Posterior Mean Alpha0:  -5.90780793584607
Posterior Mean Alpha1:  -0.16520765681015462
Posterior Mean Alpha2:  9.965230118902843
Max X1:  1.0
Min X2:  0.0
Minimized Variance in Data:  0.0023042141517580373


# Minimize the Variance

Using the posterior means obtained above for `alpha0`, `alpha1`, and `alpha2`, the equation for variance is:

`variance = pm.math.exp(-5.907 - 0.166 * x1 + 9.964 * x2)`

## Theoretical Answer
Based on this, the more negative the exponent, the lower the variance. In other words, as the the exponent tends toward negative infinity (`-∞`), the variance tends toward `0`. Since the `x1` coefficient is negative, the value of `x1` that contributes to reducing the variance the most is the largest possible `x1` value (the larger the value subtracted, the more negative the exponent). Since the `x2` coefficent is positive, the value of `x2` that contributes to lowering the variance most is the smallest possible `x2` value. Based on this, the `(x1, x2)` pair that (theoretically) mimizes variance is `(∞, -∞)`.

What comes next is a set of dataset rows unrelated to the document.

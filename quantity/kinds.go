package quantity

import (
	"strings"
	"sync"
)

// Dimensions of kinds of quantity met in fluids and heat-transfer work,
// named as in ISO 80000-3 (space and time), -4 (mechanics), -5
// (thermodynamics) and -6 (electromagnetism). Several kinds share a
// dimension (energy and torque, frequency and angular velocity); the
// dimension alone cannot tell them apart.
var (
	Length            = MustDim(1, 0, 0, 0, 0, 0, 0)
	Mass              = MustDim(0, 1, 0, 0, 0, 0, 0)
	Time              = MustDim(0, 0, 1, 0, 0, 0, 0)
	Current           = MustDim(0, 0, 0, 1, 0, 0, 0)
	Temperature       = MustDim(0, 0, 0, 0, 1, 0, 0)
	Amount            = MustDim(0, 0, 0, 0, 0, 1, 0)
	LuminousIntensity = MustDim(0, 0, 0, 0, 0, 0, 1)

	Area                    = MustDim(2, 0, 0, 0, 0, 0, 0)
	Volume                  = MustDim(3, 0, 0, 0, 0, 0, 0)
	Wavenumber              = MustDim(-1, 0, 0, 0, 0, 0, 0)
	Velocity                = MustDim(1, 0, -1, 0, 0, 0, 0)
	Acceleration            = MustDim(1, 0, -2, 0, 0, 0, 0)
	Frequency               = MustDim(0, 0, -1, 0, 0, 0, 0)
	AngularVelocity         = Frequency
	AngularAcceleration     = MustDim(0, 0, -2, 0, 0, 0, 0)
	Force                   = MustDim(1, 1, -2, 0, 0, 0, 0)
	Pressure                = MustDim(-1, 1, -2, 0, 0, 0, 0)
	Energy                  = MustDim(2, 1, -2, 0, 0, 0, 0)
	Torque                  = Energy
	Power                   = MustDim(2, 1, -3, 0, 0, 0, 0)
	Momentum                = MustDim(1, 1, -1, 0, 0, 0, 0)
	AngularMomentum         = MustDim(2, 1, -1, 0, 0, 0, 0)
	MomentOfInertia         = MustDim(2, 1, 0, 0, 0, 0, 0)
	Density                 = MustDim(-3, 1, 0, 0, 0, 0, 0)
	SpecificVolume          = MustDim(3, -1, 0, 0, 0, 0, 0)
	SpecificWeight          = MustDim(-2, 1, -2, 0, 0, 0, 0)
	DynamicViscosity        = MustDim(-1, 1, -1, 0, 0, 0, 0)
	KinematicViscosity      = MustDim(2, 0, -1, 0, 0, 0, 0)
	ThermalDiffusivity      = KinematicViscosity
	SurfaceTension          = MustDim(0, 1, -2, 0, 0, 0, 0)
	MassFlowRate            = MustDim(0, 1, -1, 0, 0, 0, 0)
	VolumeFlowRate          = MustDim(3, 0, -1, 0, 0, 0, 0)
	MassFlux                = MustDim(-2, 1, -1, 0, 0, 0, 0)
	Compressibility         = MustDim(1, -1, 2, 0, 0, 0, 0)
	HeatFluxDensity         = MustDim(0, 1, -3, 0, 0, 0, 0)
	ThermalConductivity     = MustDim(1, 1, -3, 0, -1, 0, 0)
	HeatTransferCoefficient = MustDim(0, 1, -3, 0, -1, 0, 0)
	HeatCapacity            = MustDim(2, 1, -2, 0, -1, 0, 0)
	SpecificHeatCapacity    = MustDim(2, 0, -2, 0, -1, 0, 0)
	SpecificEnergy          = MustDim(2, 0, -2, 0, 0, 0, 0)
	ThermalExpansion        = MustDim(0, 0, 0, 0, -1, 0, 0)
	TemperatureGradient     = MustDim(-1, 0, 0, 0, 1, 0, 0)
	MolarMass               = MustDim(0, 1, 0, 0, 0, -1, 0)
	Concentration           = MustDim(-3, 0, 0, 0, 0, 1, 0)
	Charge                  = MustDim(0, 0, 1, 1, 0, 0, 0)
	Voltage                 = MustDim(2, 1, -3, -1, 0, 0, 0)
	Resistance              = MustDim(2, 1, -3, -2, 0, 0, 0)
	Conductance             = MustDim(-2, -1, 3, 2, 0, 0, 0)
	Capacitance             = MustDim(-2, -1, 4, 2, 0, 0, 0)
	Inductance              = MustDim(2, 1, -2, -2, 0, 0, 0)
	MagneticFlux            = MustDim(2, 1, -2, -1, 0, 0, 0)
	MagneticFluxDensity     = MustDim(0, 1, -2, -1, 0, 0, 0)
	CatalyticActivity       = MustDim(0, 0, -1, 0, 0, 1, 0)
	Illuminance             = MustDim(-2, 0, 0, 0, 0, 0, 1)
	AbsorbedDose            = MustDim(2, 0, -2, 0, 0, 0, 0)
	// StressIntensityFactor is the dimension of fracture toughness,
	// M L^(-1/2) T⁻² (MPa·√m).
	StressIntensityFactor = MustParseDim("L^(-1/2) M T^-2")
)

// Kind is a named kind of quantity with its dimension.
type Kind struct {
	Name string // the ISO 80000 name, lower case: "dynamic viscosity"
	Dim  Dim
}

// kinds lists the named kinds; where several share a dimension, the first
// listed is the one a bare dimension most often means in fluids work.
var kinds = []Kind{
	{"dimensionless", Dimensionless},
	{"length", Length},
	{"mass", Mass},
	{"time", Time},
	{"electric current", Current},
	{"thermodynamic temperature", Temperature},
	{"amount of substance", Amount},
	{"luminous intensity", LuminousIntensity},
	{"area", Area},
	{"volume", Volume},
	{"wavenumber", Wavenumber},
	{"velocity", Velocity},
	{"acceleration", Acceleration},
	{"frequency", Frequency},
	{"angular velocity", AngularVelocity},
	{"angular acceleration", AngularAcceleration},
	{"force", Force},
	{"pressure", Pressure},
	{"stress", Pressure},
	{"energy", Energy},
	{"work", Energy},
	{"torque", Torque},
	{"power", Power},
	{"momentum", Momentum},
	{"angular momentum", AngularMomentum},
	{"moment of inertia", MomentOfInertia},
	{"density", Density},
	{"specific volume", SpecificVolume},
	{"specific weight", SpecificWeight},
	{"dynamic viscosity", DynamicViscosity},
	{"kinematic viscosity", KinematicViscosity},
	{"thermal diffusivity", ThermalDiffusivity},
	{"diffusion coefficient", KinematicViscosity},
	{"surface tension", SurfaceTension},
	{"mass flow rate", MassFlowRate},
	{"volume flow rate", VolumeFlowRate},
	{"mass flux", MassFlux},
	{"compressibility", Compressibility},
	{"heat flux density", HeatFluxDensity},
	{"thermal conductivity", ThermalConductivity},
	{"heat transfer coefficient", HeatTransferCoefficient},
	{"heat capacity", HeatCapacity},
	{"entropy", HeatCapacity},
	{"specific heat capacity", SpecificHeatCapacity},
	{"specific energy", SpecificEnergy},
	{"cubic expansion coefficient", ThermalExpansion},
	{"temperature gradient", TemperatureGradient},
	{"molar mass", MolarMass},
	{"amount concentration", Concentration},
	{"electric charge", Charge},
	{"voltage", Voltage},
	{"resistance", Resistance},
	{"conductance", Conductance},
	{"capacitance", Capacitance},
	{"inductance", Inductance},
	{"magnetic flux", MagneticFlux},
	{"magnetic flux density", MagneticFluxDensity},
	{"catalytic activity", CatalyticActivity},
	{"illuminance", Illuminance},
	{"stress intensity factor", StressIntensityFactor},
}

var kindIndex = sync.OnceValues(func() (map[Dim][]string, map[string]Dim) {
	byDim := make(map[Dim][]string)
	byName := make(map[string]Dim)
	for _, k := range kinds {
		byDim[k.Dim] = append(byDim[k.Dim], k.Name)
		byName[k.Name] = k.Dim
	}
	return byDim, byName
})

// Kinds returns a copy of the table of named kinds of quantity.
func Kinds() []Kind { return append([]Kind(nil), kinds...) }

// KindNames returns the names of the kinds of quantity with dimension d,
// most common first, or nil if none is known.
func KindNames(d Dim) []string {
	byDim, _ := kindIndex()
	return append([]string(nil), byDim[d]...)
}

// KindName names d by the kinds of quantity it is the dimension of,
// joined by commas ("pressure, stress"), or returns "" if none is known.
func KindName(d Dim) string {
	byDim, _ := kindIndex()
	return strings.Join(byDim[d], ", ")
}

// KindDim returns the dimension of the named kind of quantity (the names
// of KindNames, case-insensitive) and whether it is known.
func KindDim(name string) (Dim, bool) {
	_, byName := kindIndex()
	d, ok := byName[strings.ToLower(strings.TrimSpace(name))]
	return d, ok
}
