package quantity_test

import (
	"errors"
	"fmt"
	"math"
	"strconv"
	"strings"
	"testing"

	q "similis.dev/similis/quantity"
)

// TestErrorsOneType: every error the package returns or panics with — a
// dimension that is wrong, text that does not parse, an exact rational
// operation that cannot be done, Series of different lengths — is a
// *quantity.Error matching exactly one class, also when wrapped again.
func TestErrorsOneType(t *testing.T) {
	lengths := func() (err error) {
		defer func() { err, _ = recover().(error) }()
		var c q.Series
		c.SetAdd(q.NewSeries(make([]float64, 3), q.Length), q.NewSeries(make([]float64, 2), q.Length))
		return nil
	}
	panicked := func(f func()) (err error) {
		defer func() { err, _ = recover().(error) }()
		f()
		return nil
	}
	L, v := q.New(2, q.Length), q.New(3, q.Velocity)
	huge := q.New(1, q.MustDim(20, 0, 0, 0, 0, 0, 0))
	classes := []error{q.ErrDimension, q.ErrRange, q.ErrParse, q.ErrUnknown, q.ErrInvalid}
	for _, c := range []struct {
		name  string
		err   error
		class error
		text  string // a part of the message
	}{
		{"ParseDim", one(q.ParseDim("L^x")), q.ErrParse, "at offset"},
		{"ParseDim too long", one(q.ParseDim(strings.Repeat("L", 300))), q.ErrParse, "longer than 256"},
		{"ParseQuantitySI", one(q.ParseQuantitySI("1..2 m")), q.ErrParse, "at offset"},
		{"ParseRat", one(q.ParseRat("1/x")), q.ErrParse, `parse "1/x"`},
		{"NewRat zero denominator", one(q.NewRat(1, 0)), q.ErrRange, "zero denominator"},
		{"Rat.Add overflow", one(q.RatInt(math.MaxInt64).Add(q.RatInt(math.MaxInt64))), q.ErrRange, "64-bit fractions"},
		{"Rat.Div by 0", one(q.RatInt(1).Div(q.RatInt(0))), q.ErrRange, "division by zero"},
		{"Coprime short dst", one(q.Coprime(make([]q.Rat, 1), []q.Rat{q.RatInt(1), q.RatInt(2)})), q.ErrInvalid, "lengths 1 and 2"},
		{"Series lengths", lengths(), q.ErrInvalid, "series of lengths 3 and 2"},
		{"MarshalText NaN", one(q.New(math.NaN(), q.Length).MarshalText()), q.ErrInvalid, "not finite"},
		{"Check", L.CheckNamed("D", q.Velocity), q.ErrDimension, "D: want velocity [m·s⁻¹], got length [m]"},
		{"Series.Check", q.NewSeries(nil, q.Length).Check(q.Velocity), q.ErrDimension, "want velocity"},
		{"NewDim", one(q.NewDim(30, 0, 0, 0, 0, 0, 0)), q.ErrDimension, "outside −21⅓ … 21⅙"},
		{"DimOf", one(q.DimOf(q.NumBases, 1, 1)), q.ErrDimension, "base 7 does not exist"},
		{"Dim.Mul overflow", one(huge.Dim().Mul(huge.Dim())), q.ErrDimension, "an exponent overflows"},
		{"Dim.Pow", one(q.Length.Pow(1, 4)), q.ErrDimension, "whole number of sixths"},
		{"Add panics", panicked(func() { L.Add(v) }), q.ErrDimension, "cannot add length [m] and velocity [m·s⁻¹]"},
		{"Mul panics", panicked(func() { huge.Mul(huge) }), q.ErrDimension, "cannot multiply [m²⁰] and [m²⁰]: an exponent overflows"},
		{"Div panics", panicked(func() { huge.Div(huge.Inv()) }), q.ErrDimension, "cannot divide"},
		{"Exp panics", panicked(func() { q.Exp(L) }), q.ErrDimension, "must be dimensionless"},
		{"Eval", one(q.Eval(func() q.Quantity { return v.Sub(L) })), q.ErrDimension, "cannot subtract"},
	} {
		if c.err == nil {
			t.Errorf("%s: no error", c.name)
			continue
		}
		for _, err := range []error{c.err, fmt.Errorf("run 7: %w", c.err)} {
			var e *q.Error
			if !errors.As(err, &e) {
				t.Errorf("%s: %T is not a *quantity.Error", c.name, err)
				continue
			}
			var n int
			for _, cl := range classes {
				if errors.Is(err, cl) {
					n++
				}
			}
			if n != 1 || !errors.Is(err, c.class) {
				t.Errorf("%s: %v matches %d classes, want %v alone", c.name, err, n, c.class)
			}
			if !strings.Contains(err.Error(), c.text) {
				t.Errorf("%s: %q does not say %q", c.name, err, c.text)
			}
		}
	}
}

// TestClassOf: the one class of an error, through wrapping; nil for an
// error of no class.
func TestClassOf(t *testing.T) {
	_, parseErr := q.ParseDim("L^x")
	for _, tc := range []struct {
		err  error
		want error
	}{
		{nil, nil},
		{errors.New("disk full"), nil},
		{parseErr, q.ErrParse},
		{fmt.Errorf("reading: %w", parseErr), q.ErrParse},
		{q.New(1, q.Length).Check(q.Time), q.ErrDimension},
	} {
		if got := q.ClassOf(tc.err); got != tc.want {
			t.Errorf("ClassOf(%v) = %v, want %v", tc.err, got, tc.want)
		}
	}
}

// TestErrorFields: the one error type carries what a dimension error and
// a parse error each need — the operation, the caller's name, the two
// dimensions, the input, the offset and the cause.
func TestErrorFields(t *testing.T) {
	get := func(err error) q.Error {
		var e *q.Error
		if !errors.As(err, &e) {
			t.Fatalf("%v (%T) is not a *quantity.Error", err, err)
		}
		return *e
	}
	_, overflow := q.MustDim(20, 0, 0, 0, 0, 0, 0).Mul(q.MustDim(2, 0, 0, 0, 0, 0, 0))
	_, badNumber := q.ParseQuantitySI("  1e999 m")
	for _, c := range []struct {
		name string
		got  q.Error
		want q.Error
	}{
		{"CheckNamed", get(q.New(1, q.Length).CheckNamed("D", q.Velocity)),
			q.Error{Op: "check", Name: "D", Dims: [2]q.Dim{q.Length, q.Velocity}, Binary: true, Class: q.ErrDimension}},
		{"Dim.Mul", get(overflow),
			q.Error{Op: "multiply", Dims: [2]q.Dim{q.MustDim(20, 0, 0, 0, 0, 0, 0), q.MustDim(2, 0, 0, 0, 0, 0, 0)}, Binary: true,
				Reason: "an exponent overflows", Class: q.ErrDimension}},
		{"ParseDim", get(one(q.ParseDim("L M^x"))),
			q.Error{Op: "parse", Input: "L M^x", Offset: 4, Reason: "expected an integer exponent", Class: q.ErrParse}},
	} {
		if c.got != c.want {
			t.Errorf("%s:\n got %+v\nwant %+v", c.name, c.got, c.want)
		}
	}
	// A number that does not parse keeps strconv's error as the cause,
	// which matches no class of the module.
	var ne *strconv.NumError
	if !errors.As(badNumber, &ne) || ne.Num != "1e999" || !errors.Is(badNumber, strconv.ErrRange) {
		t.Errorf("ParseQuantitySI cause: %v (%T), want the *strconv.NumError", errors.Unwrap(badNumber), errors.Unwrap(badNumber))
	}
	if c := q.ClassOf(badNumber); c != q.ErrParse {
		t.Errorf("ParseQuantitySI class %v, want ErrParse alone", c)
	}
	if get(badNumber).Offset != 2 {
		t.Errorf("ParseQuantitySI offset %d, want 2", get(badNumber).Offset)
	}
}

// one returns the error of a call that returns a value and an error.
func one(_ any, err error) error { return err }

## If Bounded By Values in Data (Just for Fun)
Just for fun, the maximum `x1` value in the data 1.0 and the minmum `x2` value is `0.0`. If constrained by these values (which we are theroetically not constrined by), the variance for `[1.0, 0.0]` would be `0.002305`.